Data to process.
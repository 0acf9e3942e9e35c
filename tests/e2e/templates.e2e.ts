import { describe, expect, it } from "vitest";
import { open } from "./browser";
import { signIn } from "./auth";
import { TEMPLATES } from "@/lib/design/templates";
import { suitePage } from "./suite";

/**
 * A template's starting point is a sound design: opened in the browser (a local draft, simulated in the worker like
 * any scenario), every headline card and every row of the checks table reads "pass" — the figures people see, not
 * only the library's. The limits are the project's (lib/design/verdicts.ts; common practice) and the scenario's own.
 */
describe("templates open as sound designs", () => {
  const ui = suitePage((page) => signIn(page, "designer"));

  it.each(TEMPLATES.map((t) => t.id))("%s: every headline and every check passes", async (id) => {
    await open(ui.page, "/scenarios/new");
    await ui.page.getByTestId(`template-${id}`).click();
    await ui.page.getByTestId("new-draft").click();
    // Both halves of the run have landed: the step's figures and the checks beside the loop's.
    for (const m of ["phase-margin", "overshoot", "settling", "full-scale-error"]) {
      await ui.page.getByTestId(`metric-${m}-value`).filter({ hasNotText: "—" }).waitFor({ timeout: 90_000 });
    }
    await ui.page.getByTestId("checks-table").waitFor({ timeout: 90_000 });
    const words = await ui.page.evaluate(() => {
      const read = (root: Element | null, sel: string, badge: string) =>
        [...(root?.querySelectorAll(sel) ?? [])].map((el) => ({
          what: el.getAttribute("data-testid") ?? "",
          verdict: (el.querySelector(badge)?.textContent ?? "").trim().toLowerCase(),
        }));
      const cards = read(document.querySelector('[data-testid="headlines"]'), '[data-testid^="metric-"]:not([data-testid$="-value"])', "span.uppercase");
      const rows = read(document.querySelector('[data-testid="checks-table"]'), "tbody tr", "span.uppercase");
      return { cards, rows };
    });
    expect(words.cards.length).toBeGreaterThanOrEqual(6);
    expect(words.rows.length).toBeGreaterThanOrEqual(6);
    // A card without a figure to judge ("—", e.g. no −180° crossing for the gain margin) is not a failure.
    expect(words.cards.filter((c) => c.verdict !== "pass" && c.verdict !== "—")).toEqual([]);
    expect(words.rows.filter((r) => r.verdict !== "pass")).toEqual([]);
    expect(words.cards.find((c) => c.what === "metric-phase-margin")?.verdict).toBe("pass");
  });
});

---

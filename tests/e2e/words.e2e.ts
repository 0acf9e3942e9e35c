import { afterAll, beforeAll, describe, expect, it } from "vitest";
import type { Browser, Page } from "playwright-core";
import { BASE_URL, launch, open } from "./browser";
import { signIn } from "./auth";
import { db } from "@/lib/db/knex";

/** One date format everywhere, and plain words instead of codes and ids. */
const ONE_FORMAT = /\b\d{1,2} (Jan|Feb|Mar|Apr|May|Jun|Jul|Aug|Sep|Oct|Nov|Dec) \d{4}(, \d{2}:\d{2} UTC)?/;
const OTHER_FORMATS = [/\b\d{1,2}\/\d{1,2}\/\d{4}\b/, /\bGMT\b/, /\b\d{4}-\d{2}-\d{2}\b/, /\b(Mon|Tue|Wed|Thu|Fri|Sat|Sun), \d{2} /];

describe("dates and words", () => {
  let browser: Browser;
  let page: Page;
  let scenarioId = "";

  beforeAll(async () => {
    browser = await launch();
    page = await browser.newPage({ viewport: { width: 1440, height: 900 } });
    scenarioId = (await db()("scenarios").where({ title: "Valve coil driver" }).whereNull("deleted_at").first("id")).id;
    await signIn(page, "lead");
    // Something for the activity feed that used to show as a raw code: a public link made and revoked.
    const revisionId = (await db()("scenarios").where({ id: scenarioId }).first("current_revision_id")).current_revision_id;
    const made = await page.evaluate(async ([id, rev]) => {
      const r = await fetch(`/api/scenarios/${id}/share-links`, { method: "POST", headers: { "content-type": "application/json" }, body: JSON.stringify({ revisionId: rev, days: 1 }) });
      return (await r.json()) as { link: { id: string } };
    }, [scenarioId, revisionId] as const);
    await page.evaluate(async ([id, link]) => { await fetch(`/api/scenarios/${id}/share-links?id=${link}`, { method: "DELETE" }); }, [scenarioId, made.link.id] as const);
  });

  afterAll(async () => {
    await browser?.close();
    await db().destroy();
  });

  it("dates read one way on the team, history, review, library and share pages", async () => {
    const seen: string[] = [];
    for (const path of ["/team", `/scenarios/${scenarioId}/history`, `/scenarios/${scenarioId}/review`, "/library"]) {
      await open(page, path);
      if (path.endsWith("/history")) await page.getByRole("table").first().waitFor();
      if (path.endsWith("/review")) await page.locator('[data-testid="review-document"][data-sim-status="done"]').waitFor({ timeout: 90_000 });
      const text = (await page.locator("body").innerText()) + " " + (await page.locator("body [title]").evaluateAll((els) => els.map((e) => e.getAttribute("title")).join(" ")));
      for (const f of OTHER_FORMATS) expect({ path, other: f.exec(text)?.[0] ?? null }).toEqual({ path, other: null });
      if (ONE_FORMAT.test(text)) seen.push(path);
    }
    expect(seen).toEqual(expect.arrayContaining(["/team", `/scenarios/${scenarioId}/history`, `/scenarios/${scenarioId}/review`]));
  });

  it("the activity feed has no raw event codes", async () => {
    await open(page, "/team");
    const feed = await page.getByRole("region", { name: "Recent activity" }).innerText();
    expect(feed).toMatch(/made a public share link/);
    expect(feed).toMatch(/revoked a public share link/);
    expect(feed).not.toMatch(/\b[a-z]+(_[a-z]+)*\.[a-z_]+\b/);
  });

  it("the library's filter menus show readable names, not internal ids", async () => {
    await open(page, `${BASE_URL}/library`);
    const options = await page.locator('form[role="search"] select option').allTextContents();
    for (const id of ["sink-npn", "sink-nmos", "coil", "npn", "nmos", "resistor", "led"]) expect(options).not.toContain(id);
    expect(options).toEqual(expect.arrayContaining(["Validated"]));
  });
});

Instructions for the task.
Search the records for the word "beforeAll". Copy every line that has it.

Response.
import { afterAll, beforeAll, describe, expect, it } from "vitest";
  beforeAll(async () => {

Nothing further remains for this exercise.